AXONOPS_ORG_ID="youraxonopsorg"
AXONOPS_API_SECRET_TOKEN="yourapitoken"
For self-hosted AxonOps users you can also add a AXONOPS_DASH_URL
variable to point at your own installation of AxonOps.
Create a virtual environment in the project directory using .venv
as the directory name. This ensures that all Python dependencies are installed in an isolated environment specific to this project:
python3 -m venv .venv
This command creates a directory named .venv
inside your project directory, which contains the virtual environment.
Activate the virtual environment to start using it.
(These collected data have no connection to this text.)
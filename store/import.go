package store

import (
	"context"
	"database/sql"
	"errors"
	"fmt"
	"io"
	"regexp"
	"strings"
)

// ImportResult says what one import added.
type ImportResult struct {
	Kind    string         `json:"kind"`
	File    string         `json:"file"`
	BatchID int64          `json:"batch_id"`
	Rows    int            `json:"rows"`
	Added   map[string]int `json:"added"`
	Notes   []string       `json:"notes,omitempty"`
}

var singular = map[string]string{"provinces": "province", "units": "unit", "sections": "section", "dates": "date",
	"samples": "sample", "measurements": "measurement", "tie points": "tie point", "events": "event", "hiatuses": "hiatus"}

func (r ImportResult) String() string {
	var parts []string
	for _, k := range []string{"provinces", "units", "sections", "dates", "samples", "measurements", "tie points", "events", "hiatuses"} {
		switch n := r.Added[k]; {
		case n == 1:
			parts = append(parts, "1 "+singular[k])
		case n > 1:
			parts = append(parts, fmt.Sprintf("%d %s", n, k))
		}
	}
	rows := "rows"
	if r.Rows == 1 {
		rows = "row"
	}
	s := fmt.Sprintf("%s: imported %d %s (%s)", r.File, r.Rows, rows, strings.Join(parts, ", "))
	for _, n := range r.Notes {
		s += "\n  " + n
	}
	return s
}

// Column lists of the import files, in the order exports write them: from the file formats (formats.go)
// that the help pages and templates show.
var (
	provinceColumns = mustFormat("provinces").ColumnNames()
	unitColumns     = mustFormat("units").ColumnNames()
	sectionColumns  = mustFormat("sections").ColumnNames()
	dateColumns     = mustFormat("dates").ColumnNames()
	tieColumns      = mustFormat("ties").ColumnNames()
	eventColumns    = mustFormat("events").ColumnNames()
)

// importFile is the shape shared by every import: read and check the file, then, in one transaction,
// resolve references, check against what is stored, and write. Nothing is written unless every row passes.
func (d *DB) importFile(ctx context.Context, kind, file string, r io.Reader, required, allowed []string,
	parse func(t *csvTable), write func(tx *sql.Tx, t *csvTable, batch int64, res *ImportResult) error) (ImportResult, error) {
	t, err := readCSV(file, r)
	if err != nil {
		return ImportResult{Kind: kind, File: file, Added: map[string]int{}}, err
	}
	t.requireColumns(required, allowed)
	if err := t.err(); err != nil {
		return ImportResult{Kind: kind, File: file, Added: map[string]int{}}, err
	}
	// Rows are checked against what is stored even when some have problems already, so that one run
	// lists every error; the transaction is then rolled back.
	parse(t)
	return d.importTable(ctx, kind, t, write)
}

// importFileRows is importFile for long files: each row is parsed as it is read (parseRow may drop its
// cells), so memory holds the records, not the file's cells too. Problems and results are importFile's.
func (d *DB) importFileRows(ctx context.Context, kind, file string, r io.Reader, required, allowed []string,
	parseRow func(t *csvTable, i int), write func(tx *sql.Tx, t *csvTable, batch int64, res *ImportResult) error) (ImportResult, error) {
	res := ImportResult{Kind: kind, File: file, Added: map[string]int{}}
	t, err := readCSVEach(file, r, required, allowed, parseRow)
	if err != nil {
		return res, err
	}
	return d.importTable(ctx, kind, t, write)
}

// importTable runs the write of an import of the read and parsed t in one transaction.
func (d *DB) importTable(ctx context.Context, kind string, t *csvTable,
	write func(tx *sql.Tx, t *csvTable, batch int64, res *ImportResult) error) (ImportResult, error) {
	file := t.file
	res := ImportResult{Kind: kind, File: file, Added: map[string]int{}}
	res.Rows = len(t.rows)
	err := d.inTx(ctx, func(tx *sql.Tx) error {
		batch, err := d.newBatch(ctx, tx, "import "+kind, file)
		if err != nil {
			return err
		}
		res.BatchID = batch
		if err := recordMappingUse(ctx, tx, batch); err != nil {
			return err
		}
		if err := write(tx, t, batch, &res); err != nil {
			return err
		}
		if err := t.err(); err != nil {
			return err
		}
		if isDryRun(ctx) {
			return errDryRun
		}
		return setBatchSummary(ctx, tx, batch, res.String())
	})
	if errors.Is(err, errDryRun) {
		res.BatchID = 0
		return res, nil
	}
	if err != nil {
		if _, ok := AsValidation(err); ok {
			return res, err
		}
		return res, fmt.Errorf("import %s %s: %w", kind, file, err)
	}
	return res, nil
}

// ImportProvinces imports provinces.csv (province, description, an optional palaeomagnetic pole). A province that exists is an error.
func (d *DB) ImportProvinces(ctx context.Context, file string, r io.Reader) (ImportResult, error) {
	var recs []Province
	return d.importFile(ctx, "provinces", file, r, mustFormat("provinces").RequiredNames(), provinceColumns,
		func(t *csvTable) {
			seen := firstLines{}
			for i := range t.rows {
				rw := t.row(i)
				p := parseProvinceRow(rw)
				seen.note(rw, "province", p.Name)
				recs = append(recs, p)
			}
		},
		func(tx *sql.Tx, t *csvTable, batch int64, res *ImportResult) error {
			for i, p := range recs {
				if id, err := lookupID(ctx, tx, `SELECT id FROM provinces WHERE name = ?`, p.Name); err != nil {
					return err
				} else if id != 0 {
					t.row(i).problem("province", "%q is already in the compilation", p.Name)
				}
			}
			if t.err() != nil {
				return nil
			}
			for _, p := range recs {
				if _, err := d.insertProvince(ctx, tx, batch, p); err != nil {
					return err
				}
				res.Added["provinces"]++
			}
			return nil
		})
}

func (d *DB) insertProvince(ctx context.Context, tx *sql.Tx, batch int64, p Province) (int64, error) {
	out, err := provinceType().insert(ctx, d, tx, batch, p)
	return out.ID, err
}

// provinceID returns the id of the named province, creating it (and saying so in res) when absent.
func (d *DB) provinceID(ctx context.Context, tx *sql.Tx, batch int64, name string, res *ImportResult) (int64, error) {
	id, err := lookupID(ctx, tx, `SELECT id FROM provinces WHERE name = ?`, name)
	if err != nil || id != 0 {
		return id, err
	}
	id, err = d.insertProvince(ctx, tx, batch, Province{Name: name})
	if err == nil {
		res.Added["provinces"]++
		res.Notes = append(res.Notes, fmt.Sprintf("created province %q (no description yet)", name))
	}
	return id, err
}

// ImportUnits imports units.csv. Provinces not yet known are created; a unit that exists is an error.
func (d *DB) ImportUnits(ctx context.Context, file string, r io.Reader) (ImportResult, error) {
	var recs []Unit
	return d.importFile(ctx, "units", file, r, mustFormat("units").RequiredNames(), unitColumns,
		func(t *csvTable) {
			seen := map[[2]string]int{}
			for i := range t.rows {
				rw := t.row(i)
				u := parseUnitRow(rw)
				key := [2]string{u.Province, u.Name}
				if l, dup := seen[key]; dup && u.Name != "" {
					rw.problem("unit", "%q of %q already given on line %d", u.Name, u.Province, l)
				}
				seen[key] = rw.line()
				recs = append(recs, u)
			}
		},
		func(tx *sql.Tx, t *csvTable, batch int64, res *ImportResult) error {
			for i, u := range recs {
				pid, err := d.provinceID(ctx, tx, batch, u.Province, res)
				if err != nil {
					return err
				}
				recs[i].ProvinceID = pid
				if id, err := lookupID(ctx, tx, `SELECT id FROM units WHERE province_id = ? AND name = ?`, pid, u.Name); err != nil {
					return err
				} else if id != 0 {
					t.row(i).problem("unit", "%q of %q is already in the compilation", u.Name, u.Province)
				}
			}
			if t.err() != nil {
				return nil
			}
			for _, u := range recs {
				if _, err := d.insertUnit(ctx, tx, batch, u); err != nil {
					return err
				}
				res.Added["units"]++
			}
			return nil
		})
}

func (d *DB) insertUnit(ctx context.Context, tx *sql.Tx, batch int64, u Unit) (int64, error) {
	out, err := unitType().insert(ctx, d, tx, batch, u)
	return out.ID, err
}

// ImportSections imports sections.csv. A section that exists is an error.
func (d *DB) ImportSections(ctx context.Context, file string, r io.Reader) (ImportResult, error) {
	var recs []Section
	return d.importFile(ctx, "sections", file, r, mustFormat("sections").RequiredNames(), sectionColumns,
		func(t *csvTable) {
			seen := firstLines{}
			for i := range t.rows {
				rw := t.row(i)
				s := parseSectionRow(rw)
				seen.note(rw, "section", s.Name)
				recs = append(recs, s)
			}
		},
		func(tx *sql.Tx, t *csvTable, batch int64, res *ImportResult) error {
			for i, s := range recs {
				if id, err := lookupID(ctx, tx, `SELECT id FROM sections WHERE name = ?`, s.Name); err != nil {
					return err
				} else if id != 0 {
					t.row(i).problem("section", "%q is already in the compilation", s.Name)
				}
			}
			if t.err() != nil {
				return nil
			}
			for _, s := range recs {
				if _, err := sectionType().insert(ctx, d, tx, batch, s); err != nil {
					return err
				}
				res.Added["sections"]++
			}
			return nil
		})
}

var doiRE = regexp.MustCompile(`^10\.\d{4,9}/\S+$`)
The activation command depends on your operating system:
-
On macOS and Linux:
source .venv/bin/activate
-
On Windows (Command Prompt):
.venv\Scripts\activate.bat
-
On Windows (PowerShell):
.venv\Scripts\Activate.ps1
Once activated, your terminal prompt should change to indicate that you are working within the virtual environment.
With the virtual environment activated, install all necessary packages listed in requirements.txt
:
pip install -r requirements.txt
This command reads the requirements.txt
file and installs all specified packages into the virtual environment.
Now that all dependencies are installed, you can run the main Python script:
python axonops_csv_extractor.py [options]
Usage:
usage: axonops_csv_extractor.py [-h] -o OUTPUTDIR -q QUERYCONFIG -m MONTHOFYEAR [-d]
AxonOps CSV Extractor
options:
-h, --help show this help message and exit
-o OUTPUTDIR, --outputdir OUTPUTDIR
The file path to a directory for outputting the CSV data.
-q QUERYCONFIG, --queryconfig QUERYCONFIG
File path to the JSON configuration file listing the queries to run and extract to CSV. See the README.md for more information on this configuration file.
-m MONTHOFYEAR, --monthofyear MONTHOFYEAR
The month of year in format YYYYMM for which data will be extracted to CSV. This can not be in the future nor the current month
-d, --deletejson If set, the downloaded JSON will be kept in the output directory. By default it is automatically deleted after being converted to CSV.
Once you are done working, deactivate the virtual environment to return to your system's default Python environment:
deactivate
AxonOps is a registered trademark of AxonOps Limited. Apache, Apache Cassandra, Cassandra, Apache Spark, Spark, Apache TinkerPop, TinkerPop, Apache Kafka and Kafka are either registered trademarks or trademarks of the Apache Software Foundation or its subsidiaries in Canada, the United States and/or other countries.